→ **Stored items**
-----

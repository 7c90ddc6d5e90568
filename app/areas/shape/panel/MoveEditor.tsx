// One parameter that a knob moves: from where to where, along which taper.
import { useId, useMemo, useState } from 'react'
import { TAPER_POINTS } from '../../../../src/set/drawnPoints.ts'
import { moveValue, switchValues } from '../../../../src/set/panel.ts'
import { MOVE_TAPER } from '../../../../src/set/parameters/panel.ts'
import { type NumberParameter, parameter } from '../../../../src/set/parameters.ts'
import { getAt } from '../../../../src/set/path.ts'
import type { Move, ParameterSet } from '../../../../src/set/types.ts'
import type { Refusal } from '../../../fields/binding.ts'
import { quantityContext } from '../../../fields/contexts.ts'
import { FieldNotes } from '../../../fields/FieldNotes.tsx'
import { NumberInput } from '../../../fields/NumberInput.tsx'
import { PointsField } from '../../../fields/PointsField.tsx'
import { PointsEditor } from '../../../fields/pointsEditor/PointsEditor.tsx'
import type { NumberSpec } from '../../../fields/quantity.ts'
import { useNumberText } from '../../../fields/useNumberText.ts'
import { dropGesture, endGesture } from '../../../state/draft.ts'
import { EndsTrack } from './EndsTrack.tsx'
import { KnobNote } from './KnobNote.tsx'
import { takeOffKnob } from './knobActs.ts'
import { changeAsStep, chooseTaper, endActs, type MovePlace, tryChange } from './moveActs.ts'
import { parameterLabel, valueWords } from './panelWords.ts'

interface MoveEditorProps {
  readonly set: ParameterSet
  readonly place: MovePlace
  readonly move: Move
}

export function MoveEditor({ set, place, move }: MoveEditorProps) {
  const row = parameter(move.parameter)
  const label = parameterLabel(move.parameter)
  const [refusal, setRefusal] = useState<Refusal>(null)
  const values = switchValues(row)
  return (
    <li className="cw-move">
      <fieldset>
        <div className="cw-field-row">
          <legend className="cw-move-name">{label}</legend>
          <Taper {...{ place, move, setRefusal }} listed={values !== null} />
          <button
            type="button"
            className="cw-icon"
            aria-label={`Take ${label.toLowerCase()} off knob ${place.knob}`}
            title="Take it off the knob"
            onClick={() => takeOffKnob(move.parameter)}
          >
            <span aria-hidden="true">×</span>
          </button>
        </div>
        {values ? (
          <ListedEnds values={values} {...{ place, move, setRefusal }} />
        ) : (
          <NumberEnds spec={{ ...(row as NumberParameter), nullable: false }} value={getAt(set, move.parameter)} {...{ place, move }} />
        )}
        <FieldNotes id={`cw-move-${place.index}-${place.at}`} notes={[]} lines={0} refusal={refusal} />
        <KnobNote path={move.parameter} />
        {move.taper === 'drawn' && <DrawnTaper {...{ place, move }} />}
      </fieldset>
    </li>
  )
}

interface TaperProps {
  readonly place: MovePlace
  readonly move: Move
  /** The move steps through listed values, which have no ratios. */
  readonly listed: boolean
  readonly setRefusal: (refusal: Refusal) => void
}

function Taper({ place, move, listed, setRefusal }: TaperProps) {
  const shown = TAPER_WORDS[move.taper]
  return (
    <span className="cw-choice cw-taper">
      <span className="cw-taper-shown" aria-hidden="true">
        {shown} <span className="cw-choice-arrow">▾</span>
      </span>
      <select
        className="cw-choice-select"
        aria-label={`Taper of ${parameterLabel(move.parameter).toLowerCase()}`}
        title={MOVE_TAPER.help}
        value={move.taper}
        onChange={(event) => setRefusal(chooseTaper(place, event.target.value as Move['taper']))}
      >
        {(['linear', 'log', 'drawn'] as const)
          .filter((taper) => !listed || taper !== 'log')
          .map((taper) => (
            <option key={taper} value={taper}>
              {TAPER_WORDS[taper]}
            </option>
          ))}
      </select>
    </span>
  )
}

const TAPER_WORDS: Readonly<Record<Move['taper'], string>> = { linear: 'linear', log: 'logarithmic', drawn: 'drawn' }

interface NumberEndsProps {
  readonly spec: NumberSpec
  readonly place: MovePlace
  readonly move: Move
  readonly value: unknown
}

function NumberEnds({ spec, place, move, value }: NumberEndsProps) {
  const id = useId()
  const { index, at, knob } = place
  const acts = useMemo(() => ({ min: endActs({ index, at, knob }, 'min'), max: endActs({ index, at, knob }, 'max') }), [index, at, knob])
  const [min, max] = [move.min as number, move.max as number]
  const context = quantityContext
  const left = useNumberText({ spec, binding: { value: min, ...acts.min }, context, whenOff: min })
  const right = useNumberText({ spec, binding: { value: max, ...acts.max }, context, whenOff: max })
  const name = parameterLabel(move.parameter)
  const flip = () => changeAsStep(place, { min: move.max, max: move.min })
  return (
    <>
      <div className="cw-move-ends">
        <NumberInput text={left} spec={spec} value={min} label={`${name} at the knob’s left end`} describedBy={id} />
        <button type="button" className="cw-icon" aria-label={`Reverse ${name.toLowerCase()}`} title="Reverse" onClick={flip}>
          <span aria-hidden="true">→</span>
        </button>
        <NumberInput text={right} spec={spec} value={max} label={`${name} at the knob’s right end`} describedBy={id} />
        {spec.unit !== '' && <span className="cw-field-unit">{spec.unit}</span>}
      </div>
      <EndsTrack
        {...{ spec, min, max }}
        value={typeof value === 'number' ? value : null}
        move={(end, to) => (end === 'min' ? left : right).setHeld(tryChange(place, { [end]: to }))}
        end={endGesture}
      />
      <FieldNotes id={id} notes={[]} lines={0} refusal={left.refusal ?? right.refusal} held={left.held ?? right.held} />
    </>
  )
}

interface ListedEndsProps {
  readonly values: NonNullable<ReturnType<typeof switchValues>>
  readonly place: MovePlace
  readonly move: Move
  readonly setRefusal: (refusal: Refusal) => void
}

/** The ends of a choice, a switch or listed numbers; the turn is divided among the values between them. */
function ListedEnds({ values, place, move, setRefusal }: ListedEndsProps) {
  const name = parameterLabel(move.parameter)
  const words = (value: Move['min']) => valueWords(move.parameter, value)
  const chooser = (end: 'min' | 'max', where: string) => (
    <span className="cw-choice">
      <span className="cw-choice-shown" aria-hidden="true">
        {words(move[end])} <span className="cw-choice-arrow">▾</span>
      </span>
      <select
        className="cw-choice-select"
        aria-label={`${name} at the knob’s ${where} end`}
        value={values.indexOf(move[end])}
        onChange={(event) => setRefusal(changeAsStep(place, { [end]: values[Number(event.target.value)] as Move['min'] }))}
      >
        {values.map((value, i) => (
          <option key={String(value)} value={i}>
            {words(value)}
          </option>
        ))}
      </select>
    </span>
  )
  return (
    <div className="cw-move-ends">
      {chooser('min', 'left')}
      <span className="cw-pair-arrow" aria-hidden="true">
        →
      </span>
      {chooser('max', 'right')}
    </div>
  )
}

function DrawnTaper({ place, move }: { readonly place: MovePlace; readonly move: Move }) {
  const { points } = move
  const apply = (next: Move['points']) => changeAsStep(place, { points: next })
  return (
    <>
      <PointsEditor
        label={`Taper of ${parameterLabel(move.parameter).toLowerCase()}`}
        rule={TAPER_POINTS}
        points={points}
        attempt={(next) => tryChange(place, { points: next })}
        settle={endGesture}
        drop={dropGesture}
        apply={apply}
        xRange={[0, 1]}
        yRange={[0, 1]}
        meaning={([x]) => valueWords(move.parameter, moveValue(move, x))}
      />
      <PointsField label="Taper" rule={TAPER_POINTS} points={points} apply={apply} />
    </>
  )
}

-----

Reproduce every line above without error.

→ **Answer section**
repository 7c90ddc6d5e90568
filename app/areas/shape/panel/MoveEditor.tsx
// One parameter that a knob moves: from where to where, along which taper.
import { useId, useMemo, useState } from 'react'
import { TAPER_POINTS } from '../../../../src/set/drawnPoints.ts'
import { moveValue, switchValues } from '../../../../src/set/panel.ts'
import { MOVE_TAPER } from '../../../../src/set/parameters/panel.ts'
import { type NumberParameter, parameter } from '../../../../src/set/parameters.ts'
import { getAt } from '../../../../src/set/path.ts'
import type { Move, ParameterSet } from '../../../../src/set/types.ts'
import type { Refusal } from '../../../fields/binding.ts'
import { quantityContext } from '../../../fields/contexts.ts'
import { FieldNotes } from '../../../fields/FieldNotes.tsx'
import { NumberInput } from '../../../fields/NumberInput.tsx'
import { PointsField } from '../../../fields/PointsField.tsx'
import { PointsEditor } from '../../../fields/pointsEditor/PointsEditor.tsx'
import type { NumberSpec } from '../../../fields/quantity.ts'
import { useNumberText } from '../../../fields/useNumberText.ts'
import { dropGesture, endGesture } from '../../../state/draft.ts'
import { EndsTrack } from './EndsTrack.tsx'
import { KnobNote } from './KnobNote.tsx'
import { takeOffKnob } from './knobActs.ts'
import { changeAsStep, chooseTaper, endActs, type MovePlace, tryChange } from './moveActs.ts'
import { parameterLabel, valueWords } from './panelWords.ts'

interface MoveEditorProps {
  readonly set: ParameterSet
  readonly place: MovePlace
  readonly move: Move
}

export function MoveEditor({ set, place, move }: MoveEditorProps) {
  const row = parameter(move.parameter)
  const label = parameterLabel(move.parameter)
  const [refusal, setRefusal] = useState<Refusal>(null)
  const values = switchValues(row)
  return (
    <li className="cw-move">
      <fieldset>
        <div className="cw-field-row">
          <legend className="cw-move-name">{label}</legend>
          <Taper {...{ place, move, setRefusal }} listed={values !== null} />
          <button
            type="button"
            className="cw-icon"
            aria-label={`Take ${label.toLowerCase()} off knob ${place.knob}`}
            title="Take it off the knob"
            onClick={() => takeOffKnob(move.parameter)}
          >
            <span aria-hidden="true">×</span>
          </button>
        </div>
        {values ? (
          <ListedEnds values={values} {...{ place, move, setRefusal }} />
        ) : (
          <NumberEnds spec={{ ...(row as NumberParameter), nullable: false }} value={getAt(set, move.parameter)} {...{ place, move }} />
        )}
        <FieldNotes id={`cw-move-${place.index}-${place.at}`} notes={[]} lines={0} refusal={refusal} />
        <KnobNote path={move.parameter} />
        {move.taper === 'drawn' && <DrawnTaper {...{ place, move }} />}
      </fieldset>
    </li>
  )
}

interface TaperProps {
  readonly place: MovePlace
  readonly move: Move
  /** The move steps through listed values, which have no ratios. */
  readonly listed: boolean
  readonly setRefusal: (refusal: Refusal) => void
}

function Taper({ place, move, listed, setRefusal }: TaperProps) {
  const shown = TAPER_WORDS[move.taper]
  return (
    <span className="cw-choice cw-taper">
      <span className="cw-taper-shown" aria-hidden="true">
        {shown} <span className="cw-choice-arrow">▾</span>
      </span>
      <select
        className="cw-choice-select"
        aria-label={`Taper of ${parameterLabel(move.parameter).toLowerCase()}`}
        title={MOVE_TAPER.help}
        value={move.taper}
        onChange={(event) => setRefusal(chooseTaper(place, event.target.value as Move['taper']))}
      >
        {(['linear', 'log', 'drawn'] as const)
          .filter((taper) => !listed || taper !== 'log')
          .map((taper) => (
            <option key={taper} value={taper}>
              {TAPER_WORDS[taper]}
            </option>
          ))}
      </select>
    </span>
  )
}

const TAPER_WORDS: Readonly<Record<Move['taper'], string>> = { linear: 'linear', log: 'logarithmic', drawn: 'drawn' }

interface NumberEndsProps {
  readonly spec: NumberSpec
  readonly place: MovePlace
  readonly move: Move
  readonly value: unknown
}

function NumberEnds({ spec, place, move, value }: NumberEndsProps) {
  const id = useId()
  const { index, at, knob } = place
  const acts = useMemo(() => ({ min: endActs({ index, at, knob }, 'min'), max: endActs({ index, at, knob }, 'max') }), [index, at, knob])
  const [min, max] = [move.min as number, move.max as number]
  const context = quantityContext
  const left = useNumberText({ spec, binding: { value: min, ...acts.min }, context, whenOff: min })
  const right = useNumberText({ spec, binding: { value: max, ...acts.max }, context, whenOff: max })
  const name = parameterLabel(move.parameter)
  const flip = () => changeAsStep(place, { min: move.max, max: move.min })
  return (
    <>
      <div className="cw-move-ends">
        <NumberInput text={left} spec={spec} value={min} label={`${name} at the knob’s left end`} describedBy={id} />
        <button type="button" className="cw-icon" aria-label={`Reverse ${name.toLowerCase()}`} title="Reverse" onClick={flip}>
          <span aria-hidden="true">→</span>
        </button>
        <NumberInput text={right} spec={spec} value={max} label={`${name} at the knob’s right end`} describedBy={id} />
        {spec.unit !== '' && <span className="cw-field-unit">{spec.unit}</span>}
      </div>
      <EndsTrack
        {...{ spec, min, max }}
        value={typeof value === 'number' ? value : null}
        move={(end, to) => (end === 'min' ? left : right).setHeld(tryChange(place, { [end]: to }))}
        end={endGesture}
      />
      <FieldNotes id={id} notes={[]} lines={0} refusal={left.refusal ?? right.refusal} held={left.held ?? right.held} />
    </>
  )
}

interface ListedEndsProps {
  readonly values: NonNullable<ReturnType<typeof switchValues>>
  readonly place: MovePlace
  readonly move: Move
  readonly setRefusal: (refusal: Refusal) => void
}

/** The ends of a choice, a switch or listed numbers; the turn is divided among the values between them. */
function ListedEnds({ values, place, move, setRefusal }: ListedEndsProps) {
  const name = parameterLabel(move.parameter)
  const words = (value: Move['min']) => valueWords(move.parameter, value)
  const chooser = (end: 'min' | 'max', where: string) => (
    <span className="cw-choice">
      <span className="cw-choice-shown" aria-hidden="true">
        {words(move[end])} <span className="cw-choice-arrow">▾</span>
      </span>
      <select
        className="cw-choice-select"
        aria-label={`${name} at the knob’s ${where} end`}
        value={values.indexOf(move[end])}
        onChange={(event) => setRefusal(changeAsStep(place, { [end]: values[Number(event.target.value)] as Move['min'] }))}
      >
        {values.map((value, i) => (
          <option key={String(value)} value={i}>
            {words(value)}
          </option>
        ))}
      </select>
    </span>
  )
  return (
    <div className="cw-move-ends">
      {chooser('min', 'left')}
      <span className="cw-pair-arrow" aria-hidden="true">
        →
      </span>
      {chooser('max', 'right')}
    </div>
  )
}

function DrawnTaper({ place, move }: { readonly place: MovePlace; readonly move: Move }) {
  const { points } = move
  const apply = (next: Move['points']) => changeAsStep(place, { points: next })
  return (
    <>
      <PointsEditor
        label={`Taper of ${parameterLabel(move.parameter).toLowerCase()}`}
        rule={TAPER_POINTS}
        points={points}
        attempt={(next) => tryChange(place, { points: next })}
        settle={endGesture}
        drop={dropGesture}
        apply={apply}
        xRange={[0, 1]}
        yRange={[0, 1]}
        meaning={([x]) => valueWords(move.parameter, moveValue(move, x))}
      />
      <PointsField label="Taper" rule={TAPER_POINTS} points={points} apply={apply} />
    </>
  )
}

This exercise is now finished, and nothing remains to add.